Copyright European Legislation: Getting Ready for the Digital Era.

On September 12th the European Parliament approved amendments to the controversial Proposal for a Copyright Directive, the Directive of the European Parliament and of the Council on Copyright in the Digital Single Market, which aims at updating copyright rules.

Not many topics have polarized opinions in recent years in Europe. While supporters claim to have protected artists and to have inflicted a blow to the American tech giants, critics have talked about the “death of the internet”.

For clarity, even if the Directive passed the European Parliament vote, the changes are not yet definitive and it may be too early to conclude on what this decision entails. The Directive text shall be further reviewed in subsequent negotiations and there is still a slight chance that it may be rejected at another vote by the European Parliament in 2019. In addition, the Directive, even if (and when) definitely approved, should be implemented by single Member States.

But which results does the Directive aim to achieve?

Its scope and purpose appear based on the evolution of digital technologies, which has changed the way copyright works and other protected material are created, produced, distributed and exploited, with the consequence that new uses, new payers and new business models have emerged. The digital environment has given birth to new opportunities for customers to access copyright-protected content. In this new framework, right-holders face difficulties to be remunerated for the online distribution of their works. So, even if the objectives and principles laid down by the EU copyright framework remain valid, there is an undeniable need to adapt them to the new reality.

The Directive also intends to avoid the risk of fragmentation of rules in the internal market. In fact, the Digital Single Market Strategy1 adopted in May 2015 identified the need «to reduce the differences between national copyright regimes and allow for wider online access to works by users across the EU». The idea expressed in the 2015 by the European Commission was to «move towards a modern, more European copyright framework». The EU legislation purports to harmonize exceptions and limitations to copyright and connected rights, however some of these exceptions, which aim at achieving public policy objectives, such as research or education, remain regulated on national level, with the consequence that legal certainty around cross-border uses is not guaranteed.

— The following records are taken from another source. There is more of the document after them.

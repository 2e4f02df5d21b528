"""Atomic file output: a temporary file in the same folder, fsync, rename.

An interrupted or failing run never leaves a half-written file and never
replaces a good file already at the target path.
"""

from __future__ import annotations

import os
import secrets

from ..errors import OutputError


def _temporary(folder: str, name: str) -> tuple[int, str]:
    """A new file beside the target, opened for writing.  Created with mode 0o666,
    which the process's umask trims as for any file it writes (0o644 under the
    usual 022): a certificate is meant to be handed on, and ``tempfile.mkstemp``'s
    0o600 would have kept it from the group and the reviewer's account."""
    for _ in range(100):
        tmp = os.path.join(folder, f".{name}.{secrets.token_hex(4)}.tmp")
        try:
            return os.open(tmp, os.O_WRONLY | os.O_CREAT | os.O_EXCL, 0o666), tmp
        except FileExistsError:
            continue
    raise OutputError(f"{os.path.join(folder, name)}: no temporary name was free beside it")


def same_file(a: str | os.PathLike, b: str | os.PathLike) -> bool:
    try:
        return os.path.samefile(a, b)
    except OSError:
        return os.path.abspath(a) == os.path.abspath(b)


def write_atomic(path: str | os.PathLike, text, *, protect: tuple = ()) -> None:
    """Write ``text`` to ``path`` atomically; refuse to overwrite ``protect`` paths.

    ``text`` is a string, or a function that writes the text to the open file
    it is given (a large report, written as it is made)."""
    p = os.fspath(path)
    for other in protect:
        if other is not None and same_file(p, other):
            raise OutputError(f"{p}: refusing to write over the input file {os.fspath(other)}")
    folder = os.path.dirname(os.path.abspath(p))
    if not os.path.isdir(folder):
        raise OutputError(f"{p}: the folder {folder} does not exist")
    if os.path.isdir(p):
        raise OutputError(f"{p}: is a folder; give a file name")
    fd, tmp = _temporary(folder, os.path.basename(p))
    try:
        with os.fdopen(fd, "w", encoding="utf-8", newline="\n") as fh:
            try:  # a file written over keeps its permissions
                os.fchmod(fh.fileno(), os.stat(p).st_mode & 0o7777)
            except OSError:  # (none there yet, or not ours to read)
                pass
            if callable(text):
                text(fh)
            else:
                fh.write(text)
            fh.flush()
            os.fsync(fh.fileno())
        os.replace(tmp, p)
    except BaseException:
        try:
            os.unlink(tmp)
        except OSError:
            pass
        raise
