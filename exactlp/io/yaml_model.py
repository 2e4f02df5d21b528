"""Reading and writing models in the exactlp YAML format.

The format (keys are a contract; new keys may be added, never renamed)::

    name: Lower valley drought allocation       # optional text (also description:)
    maximize: 3 north + 2 south - 1000           # exactly one of maximize:/minimize:
    variables:
      north: {lower: 0, upper: 120, unit: ML}    # lower defaults to 0, upper to +inf
      transfer: free                             # (-inf, +inf)
      reserve: {fixed: 15}
    constraints:
      canal: north + south <= 150
      window: 10 <= north + transfer <= 90
      pumps: {terms: {north: 2, "odd name-1": 1/3}, upper: 100}

Validation is its own step: every problem is reported as one
:class:`~exactlp.errors.InputError` naming file, line, column and field.
"""

from __future__ import annotations

import os
import re
from fractions import Fraction

from ..errors import ExpressionError, InputError, LimitError, ModelError, NumberError, did_you_mean
from ..expr import NAME_RE, Linear, parse_comparison, parse_expression
from ..limits import DEFAULT_LIMITS, Limits
from ..model import Constraint, Model, Sense, Variable
from ..numbers import format_number, parse_bound, parse_number
from ..reform import WHY, Expander, convex
from .yamltree import Mapping, Node, Scalar, Sequence, kind_name, load_tree, parse_yaml

_ZERO = Fraction(0)

TOP_KEYS = ("name", "description", "maximize", "minimize", "objectives", "variables", "constraints")
STAGE_KEYS = ("name", "maximize", "minimize")
VARIABLE_KEYS = ("lower", "upper", "fixed", "unit", "note")
STRUCTURED_KEYS = ("terms", "lower", "upper", "equals", "note")
OBJECTIVE_KEYS = ("terms", "constant")
#: top-level words a newcomer writes for something the format says otherwise; the
#: closest-spelling suggestion would mislead here ('objective' is nearest to
#: 'objectives', which is for priority tiers, and 'max' is near nothing)
_OBJECTIVE_HINT = "write the objective as 'minimize: <formula>' or 'maximize: <formula>'"
TOP_HINTS = {
    "objective": _OBJECTIVE_HINT + "; 'objectives' is for priority tiers",
    "obj": _OBJECTIVE_HINT,
    "goal": _OBJECTIVE_HINT,
    "min": "did you mean 'minimize'?",
    "max": "did you mean 'maximize'?",
    "bounds": "bounds go with each variable, as in 'x: {lower: 0, upper: 10}'",
    "subject_to": "did you mean 'constraints'?",
}
#: the same for the bounds of a variable or of a structured constraint
BOUND_HINTS = {
    **{w: "did you mean 'lower'?" for w in ("min", "minimum", "lb", "lo")},
    **{w: "did you mean 'upper'?" for w in ("max", "maximum", "ub", "up")},
}
STRUCTURED_HINTS = {**BOUND_HINTS, "rhs": "give the limit as 'lower', 'upper' or 'equals'"}
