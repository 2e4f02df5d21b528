"""Reading and writing model files: the exactlp YAML format and MPS."""

from __future__ import annotations

import os

from ..limits import DEFAULT_LIMITS, Limits
from ..model import Model
from .mps import mps_from_text, read_mps
from .yaml_model import dump_yaml_model, load_yaml_model, model_from_text

MPS_SUFFIXES = (".mps", ".mps.gz", ".freemps", ".freemps.gz")


def is_mps(path: str | os.PathLike) -> bool:
    return os.fspath(path).lower().endswith(MPS_SUFFIXES)


def load(path: str | os.PathLike, limits: Limits = DEFAULT_LIMITS) -> Model:
    """Load a model from a YAML (``.yaml``/``.yml``) or MPS (``.mps``, ``.mps.gz``) file."""
    if is_mps(path):
        return read_mps(path, limits)
    return load_yaml_model(path, limits)


__all__ = ["load", "is_mps", "read_mps", "mps_from_text", "load_yaml_model", "model_from_text", "dump_yaml_model"]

As to the content of the Directive, we note the following points:

  • With specific regard to the scientific research, recital number 9 of the Directive says that the Union has already provided certain exceptions and limitations (even if optional and not fully adapted to the use of technology in the scientific research) covering uses for scientific research purposes which may apply to acts of text and data mining. Where researcher have lawful access to content, for example through subscription to publication or open access licenses, the term of the licenses may exclude text and data mining.
  • Article 11, called “link tax”, gives publishers a right to ask for paid licenses when online platforms share their stories. The amended version clarifies that this new rights «shall not prevent legitimate private and non-commercial use of press publications by individual users». The amendment tries also to clarify what can be considered as “sharing a story”, indicating that the mere hyperlinks cannot be taxed, nor can individual words.
  • Article 13, called by the critics as “upload filter”, sets forth that platforms storing and giving access to large amounts of works uploaded by their users shall conclude licensing agreements that include liability for copyright infringement, thus putting a large responsibility on platforms and copyright holders that must «cooperate in good faith» to stop this infringement by carefully monitoring every upload.

The Directive has been designed with the intent to rebalance the core problem of contemporary web: big platforms like Facebook and Google are making huge amounts of money providing access to material made by other people. Nevertheless critics object that this intent could lead to serious collateral effects.

We will see what the future of this Directive will be, and which consequences will entail. The path seems to be still long, but, at least, it has started.